Go over the material below and report every line that contains the word "tempfile".

+++++

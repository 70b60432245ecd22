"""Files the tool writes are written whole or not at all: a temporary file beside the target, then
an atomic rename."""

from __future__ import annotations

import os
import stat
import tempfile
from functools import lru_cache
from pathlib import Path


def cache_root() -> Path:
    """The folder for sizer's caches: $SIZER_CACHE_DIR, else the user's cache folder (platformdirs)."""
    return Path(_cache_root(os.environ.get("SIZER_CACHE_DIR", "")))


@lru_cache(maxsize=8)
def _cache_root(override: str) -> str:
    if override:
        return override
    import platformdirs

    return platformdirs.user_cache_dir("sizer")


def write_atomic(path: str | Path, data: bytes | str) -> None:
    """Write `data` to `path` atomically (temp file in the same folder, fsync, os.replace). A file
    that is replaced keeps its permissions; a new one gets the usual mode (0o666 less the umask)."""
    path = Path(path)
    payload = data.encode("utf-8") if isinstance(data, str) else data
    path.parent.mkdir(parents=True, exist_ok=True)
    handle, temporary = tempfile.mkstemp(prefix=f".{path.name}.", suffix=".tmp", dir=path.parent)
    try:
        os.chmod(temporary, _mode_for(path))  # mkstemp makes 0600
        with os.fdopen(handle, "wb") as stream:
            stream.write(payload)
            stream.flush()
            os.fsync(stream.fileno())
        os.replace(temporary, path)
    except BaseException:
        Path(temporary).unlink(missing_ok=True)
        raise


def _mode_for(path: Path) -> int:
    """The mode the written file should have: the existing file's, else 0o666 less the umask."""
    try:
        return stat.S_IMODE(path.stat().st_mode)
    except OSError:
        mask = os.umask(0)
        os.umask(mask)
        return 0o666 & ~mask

+++++

### SOLUTION
import tempfile
    handle, temporary = tempfile.mkstemp(prefix=f".{path.name}.", suffix=".tmp", dir=path.parent)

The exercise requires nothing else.